TeleComNasSprVen brought up something that made me curious. There is, as I understand it, the following hierarchy of w:banhammers that are available to keep order.

  1. talkpage question (helpful)
  2. talkpage advice (semi-helpful)
  3. talkpage template-spam ("informative" level zero)
  4. talkpage template-spam (formletter warning level one)
  5. talkpage template-spam (stern warning level two)
  6. talkpage template-spam (big red stop level three)
  7. talkpage template-spam (super-officious level four)
  8. taken to the noticeboards "This message is being sent to inform you that there is currently a discussion at Wikipedia:Administrators' noticeboard regarding an issue with which you may have been involved. Thank you. (Or RFC/U)" TeleComNasSprVen (talk) 21:05, 4 February 2014 (UTC)

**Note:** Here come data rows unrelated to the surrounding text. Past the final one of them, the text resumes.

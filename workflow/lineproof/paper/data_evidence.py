"""Rows of the tables that show what the panel holds."""

from __future__ import annotations

from typing import Any

from lineproof.paper.recorded import Record, Value, typeset
from lineproof.paper.rounding import part

_OUR_NAMES = {"final_return": "final return"}  # other columns are called as in the study file
_MOMENTS = ("mean", "sd", "min")


def coverage_table(record: Record) -> dict[str, Any] | None:
    """Share of rows with a value, by year and column; each cell with its shade, 0 to 10."""
    known = record.intake.get("evidence", {}).get("coverage")
    if not known or not known["years"]:
        return None
    columns = list(known["columns"])
    rows = []
    for place, year in enumerate(known["years"]):
        whole = ("evidence", "coverage", "n_rows", place)
        cells = []
        for name in columns:
            path = ("evidence", "coverage", "columns", name, place)
            n, n_rows = record.get(*path), record.get(*whole)
            cells.append(
                {
                    "value": record.share(path, whole),
                    "shade": 10 * n // n_rows if n_rows else 0,
                    "said": f"{n:,} of {n_rows:,} rows",
                }
            )
        rows.append({"year": year, "n": record.at(*whole), "cells": cells})
    return {"columns": [_OUR_NAMES.get(name, name) for name in columns], "rows": rows}


def distribution_rows(record: Record) -> list[dict[str, Any]]:
    """One row a decade: counts, shares, moments, extremes and quantiles in per cent."""
    rows = []
    for place, each in enumerate(record.intake.get("evidence", {}).get("distribution", [])):
        path = ("evidence", "distribution", place)
        rows_in_all = each["n"] + each["n_missing"]
        zeros = record.share((*path, "n_zero"), (*path, "n"))
        missing = Value(typeset(part(each["n_missing"], rows_in_all)), "")
        quantiles = [record.at(*path, "quantiles", key, form="digits") for key in each["quantiles"]]
        rows.append(
            {
                "decade": each["decade"],
                "n": record.at(*path, "n"),
                "zero": zeros,
                "missing": missing,
                "numbers": [
                    *(record.at(*path, key, form="digits") for key in _MOMENTS),
                    *quantiles,
                    record.at(*path, "max", form="digits"),
                ],
            }
        )
    return rows


def largest_rows(record: Record) -> list[dict[str, Any]] | None:
    """Gains and losses, each return between those of the rows before and after it."""
    known = record.intake.get("evidence", {}).get("largest")
    if not known or not any(known.values()):
        return None
    titles = {"positive": "The largest gains", "negative": "The largest losses"}
    return [
        {
            "key": key,
            "title": title,
            "priced": any("price" in each for each in known[key]),
            "rows": [_large(record, key, place) for place in range(len(known[key]))],
        }
        for key, title in titles.items()
        if known[key]
    ]


def _large(record: Record, key: str, place: int) -> dict[str, Any]:
    path = ("evidence", "largest", key, place)
    each = record.get(*path)
    return {
        "security": each["security"],
        "date": each["date"],
        "returns": _three(record, path, "return_", "percent"),
        "prices": _three(record, path, "price", "as_given") if "price" in each else None,
    }


def _three(record: Record, path: tuple[str | int, ...], key: str, form: str) -> list[Value]:
    """A number in the row before, in the row itself and in the row after; blank where there is no row."""
    found = []
    for where in ("before", "", "after"):
        if where and record.get(*path, where) is None:
            found.append(Value("", ""))
        else:
            found.append(record.at(*path, *([where] if where else []), key, form=form))
    return found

  9. 1 day block TeleComNasSprVen (talk) 21:05, 4 February 2014 (UTC) nixed this one, I don't think it is substantially different from a ~3day block in my rough categorization here... 3-hr-block is intended to be a "timeout"... 1.29167-day to 3.00000-day to 6.99999-day block is intended to cause thinking... 1.5wk to 6wk block is a Serious Block Indeed....
  10. ~~3 day block
  11. ~~3 week block
  12. ~~3 hour block (aka timeout-block) Abd had moved this up, as being "less severe" than the 3-day-block, but I disagree, the 3-hour-block is in practice *very* severe, when used on longstanding editors... beginners tend to get 31-hour or 48-hour or similar... that said, agree that a ~3mo block is more severe than a 3hr slap. But the 3hr slap *is* usually more 'severe' than the 3wk block.
  13. ~~3 month block
  14. t-ban @ AN/I or AN
  15. t-ban @ RFC/U
  16. arbcom t-ban
  17. AE t-ban
  18. 1 year block
  19. AE 1 year block
  20. indef block
  21. rangeblock TeleComNasSprVen (talk) 21:17, 4 February 2014 (UTC) yeah, good one thanks
  22. s-ban @ RFC/U
  23. c-ban @ AN/I
  24. arbcom c-ban
  25. AE indef block
  26. AE c-ban
  27. global block of IPs
  28. global lock of UIDs
  29. global ban (implemented as a global lock plus moral suasion)

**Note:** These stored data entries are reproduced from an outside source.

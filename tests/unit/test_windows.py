"""Moments over rolling windows, against exact rational arithmetic on each window by itself."""

from __future__ import annotations

from fractions import Fraction

import numpy as np
import pytest

from lineproof.stats.window_alone import MOMENTS
from lineproof.stats.windows import Sample, WindowEnds, fit_windows

WINDOW = 24
# Rounding only. A sum of 24 squares in float64 is good to about 24 × 1.1e-16; the block sums may lose
# three digits more before the window is summed pass by pass.
CLOSE = 1e-10
NAMES = ("mean_x", "mean_y", "sxx", "sxy", "syy", "residual_ss")
Moments = dict[str, np.ndarray]


def moments(
    starts: np.ndarray, period: np.ndarray, x: np.ndarray, y: np.ndarray, window: int
) -> Moments:
    """Moments at every row, `x` by period; NaN, and an `n` of 0, where there is nothing to tell."""
    sample = Sample(starts, period, y, x[:, None])
    found = fit_windows(sample, window=window, min_obs=1, what=MOMENTS)
    out = {name: np.full(len(period), np.nan) for name in NAMES}
    for name, values in zip(NAMES, found.values, strict=True):
        out[name][found.row] = values
    n = np.zeros(len(period), np.int64)
    n[found.row] = found.n_obs
    return {"n": n, **out}


def one_security(x: np.ndarray, y: np.ndarray, window: int = WINDOW) -> Moments:
    return moments(np.array([0, len(x)]), np.arange(len(x)), x, y, window)


def exact(x: np.ndarray, y: np.ndarray) -> dict[str, float]:
    """Moments of complete pairs, in rational arithmetic: the only rounding is of the result."""
    pairs = [(Fraction(a), Fraction(b)) for a, b in zip(x, y, strict=True) if a == a and b == b]
    n = len(pairs)
    mean_x, mean_y = sum(a for a, _ in pairs) / n, sum(b for _, b in pairs) / n
    sxx = sum((a - mean_x) ** 2 for a, _ in pairs)
    sxy = sum((a - mean_x) * (b - mean_y) for a, b in pairs)
    syy = sum((b - mean_y) ** 2 for _, b in pairs)
    found = {"n": n, "mean_x": mean_x, "mean_y": mean_y, "sxx": sxx, "sxy": sxy, "syy": syy}
    found["residual_ss"] = syy - sxy**2 / sxx if sxx else syy
    return {name: float(value) for name, value in found.items()}


def check_every_window(x: np.ndarray, y: np.ndarray, window: int = WINDOW) -> None:
    found = one_security(x, y, window)
    for row in range(len(x)):
        at = slice(max(0, row - window + 1), row + 1)
        complete = ~(np.isnan(x[at]) | np.isnan(y[at]))
        varies = len(set(x[at][complete])) > 1
        assert found["n"][row] == (complete.sum() if varies else 0)
        if not varies:
            continue
        want = exact(x[at], y[at])
        scale = want | {"sxy": np.sqrt(want["sxx"] * want["syy"])}
        scale["mean_x"] = abs(want["mean_x"]) + np.sqrt(want["sxx"])
        scale["mean_y"] = abs(want["mean_y"]) + np.sqrt(want["syy"])
        if complete.sum() == 2:
            scale["residual_ss"] = want["syy"]  # a line through two points leaves rounding only
        for name in NAMES:
            assert abs(found[name][row] - want[name]) <= CLOSE * scale[name], (name, row)


def series(kind: str, rng: np.random.Generator, n: int = 150) -> tuple[np.ndarray, np.ndarray]:
    """A market and a security of one difficulty each."""
    x = rng.normal(0.006, 0.045, n)
    y = 0.001 + rng.uniform(0.3, 1.8) * x + rng.normal(0.0, 0.09, n)
    match kind:
        case "percent":
            return 100 * x, 100 * y
        case "missing":
            x[rng.random(n) < 0.1] = np.nan
            y[rng.random(n) < 0.3] = np.nan
        case "outlier":
            y[40], x[90] = 100.0, 100.0  # +10,000 %
        case "constant stretches":
            y[20:60], x[80:120] = -0.0043, 0.0031
        case "zero stretches":
            y[20:60], x[80:120] = 0.0, 0.0
        case "close fit":
            y = 0.001 + 1.3 * x + rng.normal(0.0, 1e-6, n)
        case "common level":
            x, y = x + 1e4, y + 1e4
        case "close fit at a level":
            x, y = x + 100.0, 50.0 + 1.3 * x + rng.normal(0.0, 1e-5, n)
    return x, y


KINDS = [
    "decimal",
    "percent",
    "missing",
    "outlier",
    "constant stretches",
    "zero stretches",
    "close fit",
    "common level",
    "close fit at a level",
]


@pytest.mark.parametrize("kind", KINDS)
def test_every_window_equals_exact_arithmetic(kind: str) -> None:
    check_every_window(*series(kind, np.random.default_rng(KINDS.index(kind))))


@pytest.mark.parametrize("kind", ["close fit", "common level", "close fit at a level"])
def test_plain_sums_would_not_do(kind: str) -> None:
    """These series need the passes by window: sums of raw squares alone miss by far more."""
    x, y = series(kind, np.random.default_rng(KINDS.index(kind)), WINDOW)
    n, want = len(x), exact(x, y)
    sxx = (x * x).sum() - x.sum() ** 2 / n
    sxy = (x * y).sum() - x.sum() * y.sum() / n
    syy = (y * y).sum() - y.sum() ** 2 / n
    assert abs(syy - sxy**2 / sxx - want["residual_ss"]) > 100 * CLOSE * want["residual_ss"]


@pytest.mark.parametrize("window", [1, 2, 3, 7, 150, 400])
def test_any_length_of_window(window: int) -> None:
    check_every_window(*series("missing", np.random.default_rng(20)), window=window)


def test_by_hand() -> None:
    """x 1, 2, 4 and y 3, 5, 4 about the means 7/3 and 4: Sxx 14/3, Sxy 1, Syy 2."""
    found = one_security(np.array([9.0, 1.0, 2.0, 4.0]), np.array([9.0, 3.0, 5.0, 4.0]), window=3)
    assert found["n"].tolist() == [0, 2, 3, 3]  # one month alone does not vary
    got = [found[name][3] for name in NAMES]
    np.testing.assert_allclose(got, [7 / 3, 4, 14 / 3, 1, 2, 2 - 3 / 14], rtol=1e-14)


def test_a_hole_uses_up_its_periods() -> None:
    period = np.array([0, 1, 2, 5, 6, 20])
    x = np.arange(1.0, 22.0)
    found = moments(np.array([0, 6]), period, x, 2 * x[period], window=4)
    assert found["n"].tolist() == [0, 2, 3, 2, 2, 0]  # period 5 sees 2 and 5; 6 sees 5 and 6
    assert found["mean_x"][1:5].tolist() == [1.5, 2.0, 4.5, 6.5]


def test_securities_do_not_mix() -> None:
    rng = np.random.default_rng(3)
    x = rng.normal(size=120)
    rows = [np.arange(first, first + n) for first, n in ((7, 5), (30, 40), (0, 1), (21, 70))]
    parts = [(at, rng.normal(size=len(at))) for at in rows]
    starts = np.cumsum([0, *map(len, rows)])
    together = moments(
        starts, np.concatenate(rows), x, np.concatenate([y for _, y in parts]), WINDOW
    )
    alone = [moments(np.array([0, len(at)]), at, x, y, WINDOW) for at, y in parts]
    for name in together:
        expected = np.concatenate([each[name] for each in alone])
        np.testing.assert_array_equal(together[name], expected)


def test_an_outlier_leaves_nothing_behind() -> None:
    """Windows without it are the same to the last bit as if it had never been."""
    x, y = series("decimal", np.random.default_rng(4))
    wild_x, wild_y = x.copy(), y.copy()
    wild_x[50], wild_y[50] = -1e6, 1e6
    calm, wild = one_security(x, y), one_security(wild_x, wild_y)
    outside = np.r_[0:50, 50 + WINDOW : len(x)]
    for name in calm:
        np.testing.assert_array_equal(wild[name][outside], calm[name][outside])


def test_constant_series_have_no_variation_at_all() -> None:
    level = np.full(60, 0.1)  # 0.1 has no exact float64, so that a plain mean of 60 misses it
    x = np.random.default_rng(5).normal(size=60)
    assert not one_security(level, x)["n"].any()
    found = one_security(x, level)
    for name in ("sxy", "syy", "residual_ss"):
        assert not found[name][1:].any()
    assert (found["mean_y"][1:] == 0.1).all()


def test_factors_that_mix_into_one_another_give_nothing() -> None:
    rng = np.random.default_rng(6)
    two = rng.normal(size=(80, 2))
    mixed = np.column_stack([two, two @ [0.3, -1.1]])
    sample = Sample(np.array([0, 80]), np.arange(80), rng.normal(size=80), mixed)
    found = fit_windows(sample, window=WINDOW, min_obs=10)
    assert (len(found.row), found.n_too_few, found.n_no_variation) == (0, 9, 71)


def test_nothing_where_no_pair_is_complete() -> None:
    x = np.array([np.nan, 1.0, np.nan])
    assert not one_security(x, x[::-1] * np.nan)["n"].any()


def test_no_rows_and_empty_securities() -> None:
    nothing, x = np.zeros(0), np.arange(2.0)
    assert len(moments(np.array([0]), nothing.astype(int), x, nothing, 3)["n"]) == 0
    found = moments(np.array([0, 0, 2, 2]), np.arange(2), x, np.ones(2), 3)
    assert found["n"].tolist() == [0, 2]


def test_windows_may_end_before_the_first_period() -> None:
    x = np.random.default_rng(7).normal(size=10)
    sample = Sample(np.array([0, 10]), np.arange(10), x**2, x[:, None])
    ends = WindowEnds(np.array([0, 3]), np.array([-4, -1, 9]))
    found = fit_windows(sample, window=5, min_obs=3, ends=ends)
    assert (found.row.tolist(), found.n_too_few) == ([2], 2)


@pytest.mark.parametrize("bad", [{"window": 0, "min_obs": 3}, {"window": 3, "min_obs": 2}])
def test_a_window_has_a_period_and_a_standard_error_three(bad: dict[str, int]) -> None:
    sample = Sample(np.array([0, 3]), np.arange(3), np.ones(3), np.ones((3, 1)))
    with pytest.raises(ValueError, match=r"a window of 0 periods|at least 3 observations"):
        fit_windows(sample, **bad)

  30. pissing off Wikimedia Foundation staff TeleComNasSprVen (talk) 21:05, 4 February 2014 (UTC) sigh :-)
  31. blaspheming The Church Of The Great Jimbo, may he live ten thousand years
  32. daring to mention that time Bruce Lee whipped up on Chuck Norris
(Original above by IP 74, signed below, some edits above by Abd (talk) 21:58, 4 February 2014 (UTC)) -- then edited again by IP 74. --Abd (talk) 03:11, 5 February 2014 (UTC)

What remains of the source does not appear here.